- [Supplied data]:
-*-

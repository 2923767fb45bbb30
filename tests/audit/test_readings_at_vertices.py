"""Numbers at vertices that are measurements themselves: their standard deviations in every form, and storage."""

from fractions import Fraction

import numpy as np
import pandas as pd
import pytest

from dec.audit.given.readings import Known, known_at_vertices, with_storage
from dec.calculus.complex import Complex
from dec.calculus.dataset import Dataset
from dec.errors import InputError


@pytest.fixture
def net() -> Dataset:
    edges = {"from": ["S", "J", "J"], "to": ["J", "T", "U"]}
    nodes = {
        "id": ["S", "J", "T", "U"], "put in": ["", "0.30", "-1", "0"], "sd": ["5", "", "0.2", "0"],
        "low": ["", "-1", "", ""], "5%": ["1", "2", "3", "4"], "stock": ["7", "1.25", "", "-2.001"],
    }  # fmt: skip
    return Dataset.from_frames(pd.DataFrame(edges), pd.DataFrame(nodes))


def values_of(known: Known) -> list[Fraction]:
    return [Fraction(int(i), 10**known.decimals.places) for i in known.decimals.integers]


@pytest.mark.parametrize(
    ("sd", "expected", "said"),
    [
        (0.5, [0, 0.5, 0.5, 0.5], "0.5 for every number"),
        ("0.5", [0, 0.5, 0.5, 0.5], "0.5 for every number"),
        (0, [0, 0, 0, 0], "0 for every number"),
        ("10%", [0, 0.03, 0.1, 0], "10 % of the number, exact where that is 0"),
        ("10%+0.1", [0, 0.13, 0.2, 0.1], "10 % of the number plus 0.1"),
        ("sd", [0, 0, 0.2, 0], "column sd"),
        ("col:5%", [0, 2, 3, 4], "column 5%"),
        ({"T": 0.2}, [0, 0, 0.2, 0], "by id"),
        ({"T": "0.2", "J": 0, "U": np.float32(0.5)}, [0, 0, 0.2, 0.5], "by id"),
        ({}, [0, 0, 0, 0], "by id"),
        ([9, np.nan, 0.2, 0], [0, 0, 0.2, 0], "one a vertex"),
    ],
)
def test_sd_is_0_where_a_number_is_exact_and_positive_where_it_was_measured(net: Dataset, sd, expected, said: str):
    known = known_at_vertices(net, "put in", "supply", sd)
    assert known.sd.tolist() == pytest.approx(expected, rel=1e-15)
    assert known.sd_said == said
    assert known.value.tolist() == [0, 0.3, -1, 0]
    assert known.decimals.present.tolist() == [False, True, True, True]


def test_without_sd_all_numbers_are_exact(net: Dataset):
    known = known_at_vertices(net, "put in", "supply")
    assert known.sd is None
    assert known.sd_said is None


@pytest.mark.parametrize(
    ("sd", "says"),
    [
        (-1, "supply_sd (--supply-sd) must be 0 or positive, got -1; leave it out where 'put in' is exact"),
        (np.nan, "supply_sd (--supply-sd) must be 0 or positive, got nan"),
        (1e-200, "supply_sd (--supply-sd) must be 0 or positive and lie within 1e-100 and 1e+100, got 1e-200"),
        ("low", "nodes row 1: supply_sd (--supply-sd) must be 0 or positive where supply is known, got -1; leave the "),
        ("nope", "supply_sd (--supply-sd) must be a number, a percentage (2%, or 2%+0.1) or a node column (id, put "),
        ("col:nope", "no column 'nope' among the vertices"),
        ("id", "nodes row 0: id 'S' is not a number"),
        ([1.0, 2.0], "supply_sd (--supply-sd) must give 4 numbers, one a vertex, got 2"),
        ([0, -2.0, 0, 0], "nodes row 1: supply_sd (--supply-sd) must be 0 or positive where supply is known, got -2"),
        ({"Q": 1}, "supply_sd (--supply-sd) names 'Q', which is no vertex"),
        ({"T": -1}, "nodes row 2: supply_sd (--supply-sd) must be 0 or positive where supply is known, got -1"),
        ({"T": None}, "supply_sd (--supply-sd) of 'T' must be a finite number, got None"),
        ({"S": 0.1}, "supply_sd (--supply-sd) names 'S', where no supply is known; give the number too, or leave"),
    ],
)
def test_sd_at_vertices_that_cannot_be_used_is_refused(net: Dataset, sd, says: str):
    with pytest.raises(InputError) as caught:
        known_at_vertices(net, "put in", "supply", sd)
    assert says in str(caught.value)


def test_sd_goes_with_numbers_given_by_id_or_as_an_array():
    net = Dataset(Complex.from_edges([0, 1], [1, 2]))
    known = known_at_vertices(net, {0: 100, 2: "99.5"}, "fixed", {2: 0.01})
    assert known.sd.tolist() == [0, 0, 0.01]
    assert known_at_vertices(net, [100, np.nan, 99.5], "fixed", "1%").sd.tolist() == pytest.approx([1, 0, 0.995])


def test_storage_is_taken_out_exactly_and_variances_are_added(net: Dataset):
    supply = known_at_vertices(net, "put in", "supply", {"J": 0.3, "T": 0.2})
    left = with_storage(supply, known_at_vertices(net, "stock", "storage", {"J": 0.4, "U": 1}))
    # S: nothing known of what is put in, so nothing of what is left; T: no stock.
    assert left.decimals.present.tolist() == [False, True, True, True]
    assert values_of(left) == [0, Fraction("-0.95"), -1, Fraction("2.001")]
    assert left.value.tolist() == [0, -0.95, -1, 2.001]
    assert left.sd.tolist() == pytest.approx([0, 0.5, 0.2, 1], rel=1e-15)
    assert left.sd_said == "supply: by id; storage: by id"


def test_without_supply_nothing_is_put_in_and_all_of_it_is_known(net: Dataset):
    left = with_storage(None, known_at_vertices(net, "stock", "storage"))
    assert values_of(left) == [-7, Fraction("-1.25"), 0, Fraction("2.001")]
    assert left.decimals.present.all()
    assert left.sd is None
    assert left.sd_said is None


def test_one_measured_side_is_enough_for_a_standard_deviation(net: Dataset):
    supply, stock = known_at_vertices(net, "put in", "supply"), known_at_vertices(net, "stock", "storage", 0.1)
    assert with_storage(supply, stock).sd.tolist() == [0, 0.1, 0, 0.1]
    measured = known_at_vertices(net, "put in", "supply", 0.2)
    assert with_storage(measured, known_at_vertices(net, "stock", "storage")).sd.tolist() == [0, 0.2, 0.2, 0.2]


def test_storage_stays_exact_beyond_64_bits(net: Dataset):
    supply = known_at_vertices(net, {"J": "1e30"}, "supply")
    left = with_storage(supply, known_at_vertices(net, {"J": "0.00000000000000000001"}, "storage"))
    assert values_of(left)[1] == 10**30 - Fraction(1, 10**20)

-*-

- [Instructions for the task]:
Could you write out, exactly as they stand, only the lines above that begin at the line with "pytest.approx([1, 0, 0.995])" and stop after the line with "0.2, 1], rel=1e-15)"?

- [Answer to the problem]:
    assert known_at_vertices(net, [100, np.nan, 99.5], "fixed", "1%").sd.tolist() == pytest.approx([1, 0, 0.995])


def test_storage_is_taken_out_exactly_and_variances_are_added(net: Dataset):
    supply = known_at_vertices(net, "put in", "supply", {"J": 0.3, "T": 0.2})
    left = with_storage(supply, known_at_vertices(net, "stock", "storage", {"J": 0.4, "U": 1}))
    # S: nothing known of what is put in, so nothing of what is left; T: no stock.
    assert left.decimals.present.tolist() == [False, True, True, True]
    assert values_of(left) == [0, Fraction("-0.95"), -1, Fraction("2.001")]
    assert left.value.tolist() == [0, -0.95, -1, 2.001]
    assert left.sd.tolist() == pytest.approx([0, 0.5, 0.2, 1], rel=1e-15)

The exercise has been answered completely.